▸ RECORDS PROVIDED

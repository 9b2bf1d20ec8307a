"""Numbers of a page, each taken from the result document, rounded by the one rule and marked with where it came from.

A page asks for "swing.period_s" and gets `<data value="3.1021…" data-key="swing.period_s" …>3.10211 ± 0.00011 s</data>`:
what is read, what is stored, and which entry of result.json it is stand together, and a test compares all three.
"""

from __future__ import annotations

from collections.abc import Mapping
from typing import Any

from markupsafe import Markup, escape

from .rounding import UNKNOWN, bare, change, count, deviation, percent, rounded, show_entry
from .units import shown_in


class Numbers:
    """The numbers and words of one document, by their dotted place in it ("inertia.budget.0.value")."""

    def __init__(self, document: Mapping[str, Any], *, label: str = "") -> None:
        self._document = document
        self._label = label  # which document, on a page of several

    def get(self, place: str) -> Any:
        """What stands at a place; None where there is nothing."""
        found: Any = self._document
        for part in place.split("."):
            if isinstance(found, Mapping):
                found = found.get(part)
            elif isinstance(found, list | tuple) and part.isdigit() and int(part) < len(found):
                found = found[int(part)]
            else:
                return None
        return found

    def quantity(self, place: str, unit: str = "", scale: float = 1.0, k: float | None = None) -> Markup:
        """Value ± k·u; the unit is that of `units.shown_in` where none is asked for."""
        entry = self.get(place)
        if not isinstance(entry, Mapping):
            return self._unknown(place)
        if not unit:
            unit, scale = shown_in(str(entry["unit"]), float(entry["value"] or 0.0))
        text = show_entry(entry, unit, scale=scale, k=k or 1.0)
        marks = {"form": "quantity", "unit": unit, "scale": repr(scale), "k": repr(k or 1.0)}
        return self._data(place, entry["value"], _dim(text), marks)

    def value_of(self, place: str, unit: str, scale: float) -> Markup:
        """The value alone of a record that has "value" and "u" (a line of a budget), to the place of its u."""
        line = self.get(place)
        text = rounded(line["value"] * scale, line["u"] * scale)[0].replace("-", "−")
        return self._data(
            f"{place}.value", line["value"], text, {"form": "value", "unit": unit, "scale": repr(scale)}
        )

    def plain(
        self, place: str, digits: int = 3, unit: str = "", scale: float = 1.0, *, floor: float = 0.0
    ) -> Markup:
        """A number without uncertainty of its own."""
        number = self.get(place)
        if number is None:
            return self._unknown(place)
        text = bare(number * scale, digits, unit, floor=floor)
        marks = {"form": "bare", "unit": unit, "scale": repr(scale), "digits": str(digits)}
        return self._data(place, number, text, marks)

    def count(self, place: str) -> Markup:
        """A whole number."""
        number = self.get(place)
        return (
            self._unknown(place)
            if number is None
            else self._data(place, number, count(number), {"form": "count"})
        )

    def length(self, place: str) -> Markup:
        """How many entries a list has."""
        return self._data(
            place, len(self.get(place) or ()), count(len(self.get(place) or ())), {"form": "length"}
        )

    def percent(self, place: str, decimals: int = 1) -> Markup:
        """A part of one as percent."""
        number = self.get(place)
        if number is None:
            return self._unknown(place)
        return self._data(
            place, number, percent(number, decimals=decimals), {"form": "percent", "digits": str(decimals)}
        )

    def change(self, place: str) -> Markup:
        """The relative change that a correction made, in percent."""
        line = self.get(place)
        text = change(line["relative"], line["u"])
        return self._data(f"{place}.relative", line["relative"], text, {"form": "change"})

    def deviation(self, place: str) -> Markup:
        """A relative deviation in percent, with its sign."""
        number = self.get(place)
        return self._data(place, number, deviation(number), {"form": "deviation"})

    def said(self, place: str, *, base: bool = False, spaced: bool = False) -> Markup:
        """Words as they stand in the document, escaped; `base` leaves the folders of a file name out,
        `spaced` turns the underscores of a key into spaces."""
        words = self.get(place)
        if words is None:
            return self._unknown(place)
        text = ", ".join(map(str, words)) if isinstance(words, list | tuple) else str(words)
        if spaced:
            text = text.replace("_", " ")
        if base:
            text = text.replace("\\", "/").rsplit("/", 1)[-1]
        return Markup('<span data-said="{}" {}>{}</span>').format(place, self._which(), text)

    def inputs(self, place: str = "inputs") -> list[tuple[str, str]]:
        """All that was given, as (name in words, place) of every single entry."""
        return list(_leaves(self.get(place), place, ()))

    def _data(self, place: str, stored: Any, shown: str | Markup, marks: Mapping[str, str]) -> Markup:
        attributes = [Markup('data-{}="{}"').format(name, value) for name, value in marks.items() if value]
        return Markup('<data value="{}" data-key="{}" {}>{}</data>').format(
            repr(stored), place, Markup(" ").join([*attributes, self._which()]), shown
        )

    def _unknown(self, place: str) -> Markup:
        return Markup('<span data-unknown="{}" {}>{}</span>').format(place, self._which(), UNKNOWN)

    def _which(self) -> Markup:
        return Markup('data-document="{}"').format(self._label) if self._label else Markup("")


def _leaves(found: Any, place: str, names: tuple[str, ...]) -> Any:
    if isinstance(found, Mapping) and set(found) >= {"value", "unit"}:
        yield " › ".join(names), place
    elif isinstance(found, Mapping):
        for name, entry in found.items():
            yield from _leaves(entry, f"{place}.{name}", (*names, str(name).replace("_", " ")))
    elif isinstance(found, list | tuple) and not all(isinstance(entry, int | float) for entry in found):
        for index, entry in enumerate(found):
            yield from _leaves(entry, f"{place}.{index}", (*names, str(index + 1)))
    else:
        yield " › ".join(names), place


def _dim(text: str) -> Markup:
    """The part from ± on in a lighter dress; the text itself stays as it is."""
    value, sign, rest = text.partition(" ± ")
    if not sign:
        return escape(text)
    return Markup('{}<span class="doubt-of"> ± {}</span>').format(value, rest)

▸ INSTRUCTIONS TO FOLLOW
Every line above from the line with "words = self.get(place)" to the line with "def inputs(self, place: str", both included, must be reproduced exactly, and no other line may appear.

▸ RESPONSE AREA
        words = self.get(place)
        if words is None:
            return self._unknown(place)
        text = ", ".join(map(str, words)) if isinstance(words, list | tuple) else str(words)
        if spaced:
            text = text.replace("_", " ")
        if base:
            text = text.replace("\\", "/").rsplit("/", 1)[-1]
        return Markup('<span data-said="{}" {}>{}</span>').format(place, self._which(), text)

    def inputs(self, place: str = "inputs") -> list[tuple[str, str]]:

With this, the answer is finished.